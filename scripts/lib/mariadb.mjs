import { randomBytes } from "node:crypto";
import {
  chmodSync,
  existsSync,
  mkdirSync,
  readdirSync,
  readFileSync,
  renameSync,
  rmSync,
  writeFileSync,
} from "node:fs";
import { connect } from "node:net";
import { join } from "node:path";
import { setTimeout as wait } from "node:timers/promises";
import { isEnding } from "./lifetime.mjs";
import { endProcesses, listensOn, processesKeptIn } from "./proc.mjs";
import { findProgram, launch, run } from "./programs.mjs";
import { Trouble } from "./trouble.mjs";

const READY_WITHIN_MS = 120_000;
const GRACE_MS = 30_000;

/** The usual 96 MB would be most of what a new data folder takes, in time and in room. */
const LOG_SIZE = "--innodb-log-file-size=32M";

/** For data that is thrown away afterwards: nothing waits for the disk. */
const CARELESS = [
  "--innodb-flush-log-at-trx-commit=0",
  "--innodb-flush-method=nosync",
  "--innodb-doublewrite=0",
  "--innodb-file-per-table=0",
  "--max-connections=500",
];

/**
 * @typedef {object} Account the only one that can sign in to the server
 * @property {string} user
 * @property {string} password letters, digits, - and _
 * @property {string} databases a name, or a pattern for GRANT
 */

/** A password nobody has to remember. */
export function randomPassword() {
  return randomBytes(24).toString("base64url");
}

/**
 * Starts a private MariaDB: on 127.0.0.1 only, its data in a folder of ours, one account that reaches its own
 * databases and nothing else. A server that an earlier, killed run left behind on the same folder is ended first.
 *
 * @param {object} options
 * @param {string} options.folder the data folder; made where it isn't there
 * @param {number} options.port
 * @param {Account} options.account
 * @param {string[]} [options.statements] SQL to run before anybody can connect, a statement a line
 * @param {boolean} [options.careless] quick, and the data may be lost if the machine stops
 * @returns {Promise<import("./programs.mjs").Program>} once it answers
 * @throws {Trouble} with the last lines of its log, where it doesn't start
 */
export async function startMariadb({ folder, port, account, statements = [], careless = false }) {
  await endProcesses(processesKeptIn(folder), GRACE_MS);
  await makeDataFolder(folder, careless);
  const log = join(folder, "server.log");
  const setUp = join(folder, "set-up.sql");
  writePrivate(setUp, [...accountStatements(account), ...statements].join("\n"));
  rmSync(log, { force: true });
  const args = [
    // First of all: the machine's own configuration is for the machine's own server.
    "--no-defaults",
    ...asRoot(),
    `--datadir=${folder}`,
    "--bind-address=127.0.0.1",
    `--port=${port}`,
    // Relative to the data folder: private, and never too long for a socket's path.
    "--socket=server.sock",
    "--pid-file=server.pid",
    `--init-file=${setUp}`,
    `--log-error=${log}`,
    "--skip-name-resolve",
    "--local-infile=0",
    "--default-time-zone=+00:00",
    "--character-set-server=utf8mb4",
    "--collation-server=utf8mb4_unicode_ci",
    LOG_SIZE,
    ...(careless ? CARELESS : []),
  ];
  const server = launch(serverProgram(), args, { graceMs: GRACE_MS });
  await waitUntilReady(server, port, log);
  return server;
}

/** @param {Account} account */
function accountStatements({ user, password, databases }) {
  const name = `'${user}'@'127.0.0.1'`;
  return [
    // A new data folder has accounts without a password. They go at every start, before the first connection.
    "DELETE FROM mysql.global_priv WHERE User <> 'mariadb.sys';",
    "DELETE FROM mysql.db WHERE User <> 'mariadb.sys';",
    "DELETE FROM mysql.proxies_priv;",
    "FLUSH PRIVILEGES;",
    `CREATE OR REPLACE USER ${name} IDENTIFIED BY '${password}';`,
    `GRANT ALL PRIVILEGES ON \`${databases}\`.* TO ${name};`,
  ];
}

/**
 * @param {string} folder
 * @param {boolean} careless
 */
async function makeDataFolder(folder, careless) {
  if (existsSync(join(folder, "mysql"))) return;
  if (existsSync(folder) && readdirSync(folder).length > 0) {
    throw new Trouble(
      `${folder} is damaged: its system tables are gone. Move it away to start with an empty one.`,
    );
  }
  // Made under another name first, so that a folder is either whole or not there.
  const unfinished = `${folder}.unfinished`;
  rmSync(unfinished, { recursive: true, force: true });
  mkdirSync(unfinished, { recursive: true, mode: 0o700 });
  const installer = findProgram("mariadb-install-db");
  if (!installer)
    throw new Trouble("mariadb-install-db is missing: install the Debian package mariadb-server.");
  const args = [
    "--no-defaults",
    ...asRoot(),
    `--datadir=${unfinished}`,
    "--auth-root-authentication-method=normal",
    "--skip-test-db",
    LOG_SIZE,
    ...(careless ? CARELESS : []),
  ];
  await run(installer, args, { failure: "MariaDB could not make its data folder. It said last:" });
  chmodSync(unfinished, 0o700);
  renameSync(unfinished, folder);
}

function asRoot() {
  return process.getuid?.() === 0 ? ["--user=root"] : [];
}

function serverProgram() {
  const program = findProgram("mariadbd");
  if (!program) throw new Trouble("mariadbd is missing: install the Debian package mariadb-server.");
  return program;
}

/**
 * @param {import("./programs.mjs").Program} server
 * @param {number} port
 * @param {string} log
 */
async function waitUntilReady(server, port, log) {
  const until = performance.now() + READY_WITHIN_MS;
  while (performance.now() < until && !isEnding()) {
    if (!server.isRunning()) {
      throw new Trouble("MariaDB ended instead of starting. Its log says last:", lastLines(log, server));
    }
    if (listensOn(server.pid, port) && (await greets("127.0.0.1", port))) return;
    await wait(30);
  }
  await server.stop();
  throw new Trouble(
    "MariaDB did not get ready within two minutes. Its log says last:",
    lastLines(log, server),
  );
}

/**
 * Whether a database answers: MariaDB speaks first, and only once its set-up statements are done.
 *
 * @param {string} host
 * @param {number} port
 * @returns {Promise<boolean>}
 */
export function greets(host, port) {
  return new Promise((resolve) => {
    const socket = connect({ port, host });
    const answer = (/** @type {boolean} */ greeted) => {
      socket.destroy();
      resolve(greeted);
    };
    socket.setTimeout(1000, () => answer(false));
    socket.once("data", () => answer(true));
    socket.once("error", () => answer(false));
    socket.once("end", () => answer(false));
  });
}

/**
 * @param {string} log
 * @param {import("./programs.mjs").Program} server
 */
function lastLines(log, server) {
  try {
    return readFileSync(log, "utf8").trimEnd().split("\n").slice(-12);
  } catch {
    return server.lastLines();
  }
}

/**
 * Writes a file that only this user may read.
 *
 * @param {string} path
 * @param {string} text
 */
export function writePrivate(path, text) {
  writeFileSync(path, `${text}\n`, { mode: 0o600 });
  // The mode above counts for new files only.
  chmodSync(path, 0o600);
}
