import { findProgram, run } from "./programs.mjs";
import { Trouble } from "./trouble.mjs";

/** The Debian packages this project uses, by the program that shows that one is there. */
const packageOf = { mariadbd: "mariadb-server", chromium: "chromium", ngspice: "ngspice" };

/** @typedef {keyof typeof packageOf} NeededProgram */

const environment = { ...process.env, DEBIAN_FRONTEND: "noninteractive", NEEDRESTART_MODE: "l" };

/**
 * Installs the Debian packages of those programs that aren't there.
 *
 * @param {NeededProgram[]} programs
 * @returns {Promise<string[]>} the packages that were installed
 * @throws {Trouble} where there is no apt-get, no right to install, or apt-get fails
 */
export async function installMissing(programs) {
  const packages = programs.filter((program) => !findProgram(program)).map((program) => packageOf[program]);
  if (packages.length === 0) return [];
  const names = packages.join(" ");
  if (!findProgram("apt-get")) {
    throw new Trouble(
      `Missing: ${names}. This system has no apt-get: install them its own way and try again.`,
    );
  }
  if (process.getuid?.() !== 0) {
    throw new Trouble(
      `Missing: ${names}. Installing needs root: run "sudo apt-get install --no-install-recommends ${names}" and try again.`,
    );
  }
  await finishInterruptedInstall();
  const install = ["-o", "DPkg::Lock::Timeout=120", "install", "-y", "--no-install-recommends", ...packages];
  const first = await run("apt-get", install, { env: environment });
  if (first.code !== 0) {
    const stale = `apt-get could not install ${names}, and could not read its package lists anew either.`;
    await run("apt-get", ["update"], { env: environment, failure: `${stale} It said last:` });
    const failure = `apt-get could not install ${names}. It said last:`;
    await run("apt-get", install, { env: environment, failure });
  }
  const missing = programs.filter((program) => !findProgram(program));
  if (missing.length > 0) {
    throw new Trouble(`apt-get installed ${names}, but ${missing.join(" and ")} can't be found.`);
  }
  return packages;
}

/** An install that was killed half-way leaves packages unpacked but not set up; apt-get refuses until they are. */
async function finishInterruptedInstall() {
  const { lines } = await run("dpkg", ["--audit"], { env: environment });
  if (lines.length > 0) await run("dpkg", ["--configure", "-a"], { env: environment });
}
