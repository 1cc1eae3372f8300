import { join } from "node:path";
import { fileURLToPath } from "node:url";

/** The folder that holds package.json. */
export const root = fileURLToPath(new URL("../..", import.meta.url)).replace(/\/$/, "");

/** What the product keeps on this machine: database, password, logs. */
export const dataFolder = join(root, ".data");

/**
 * The path of a program that came with the Node packages.
 *
 * @param {string} path inside node_modules
 */
export function packaged(path) {
  return join(root, "node_modules", path);
}
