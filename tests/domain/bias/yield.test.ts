import { describe, expect, it } from "vitest";
import { BLOCK, newBuildColumns, newNetworkColumns } from "#shared/bias/builds/columns";
import { type BuildConditions, conditionsOf, SATURATED } from "#shared/bias/builds/conditions";
import { buildDrawer } from "#shared/bias/builds/draw-builds";
import { FILL_NETWORKS } from "#shared/bias/builds/fill-networks";
import { circuitOf } from "#shared/bias/circuits/registry";
import { conductionAt, thresholdAt } from "#shared/bias/device";
import type { Network } from "#shared/bias/network";
import { type BuildBox, boxOf } from "#shared/bias/spread";
import { figureSignal, figureStage, stageValues } from "#shared/bias/stage-sheet";
import { costliestParameter, type Simulation, simulateBuilds, wilsonInterval } from "#shared/bias/yield";
import { type Brief, briefSchema } from "#shared/schemas/brief";
import { RESISTOR_KEYS, type Resistors } from "#shared/schemas/circuit";
import type { Part } from "#shared/schemas/part";
import { plainPoint } from "../../reference/plain-stage";
import { drawStages } from "../../reference/random-stages";
import { buildPart } from "../../support/build-part";
import { buildResistors } from "../../support/build-stage";
import { seededRandom } from "../../support/random";
import { SEED } from "../../support/seed";

const RESISTOR_RATING = 0.1;
const RESISTORS = buildResistors({ r1: 680_000, r2: 180_000, rd: 2700, rs: 470 });

function simulationOf(
  part: Part,
  brief: Brief,
  resistors: Resistors = RESISTORS,
  more: Partial<Simulation> = {},
): Simulation {
  return {
    box: boxOf(part, brief, stageValues(brief, resistors)),
    conditions: conditionsOf(part, brief, RESISTOR_RATING),
    readings: null,
    builds: 4000,
    seed: 1,
    ...more,
  };
}

/** Every build that a simulation draws, one object each. */
function drawnBuilds(simulation: Simulation, count: number) {
  const columns = newBuildColumns();
  const draw = buildDrawer(simulation.box, simulation.readings, simulation.seed, null);
  const builds = [];
  for (let from = 0; from < count; from += BLOCK) {
    const some = Math.min(BLOCK, count - from);
    draw(columns, some);
    for (let at = 0; at < some; at++) {
      const resistors = RESISTOR_KEYS.map((key) => [
        key,
        simulation.box.stage[key] > 0 ? columns.resistors[key][at] : 0,
      ]);
      builds.push({
        vt: columns.vt[at],
        k: columns.k[at],
        celsius: columns.celsius[at],
        rail: columns.rail[at],
        negativeRail: columns.negativeRail[at],
        resistors: Object.fromEntries(resistors) as Resistors,
      });
    }
  }
  return builds;
}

....................

▶ **Work to be completed**:
Only a number is wanted here: the count of lines in the listing above holding the string "text".

▶ **Exercise response**:
3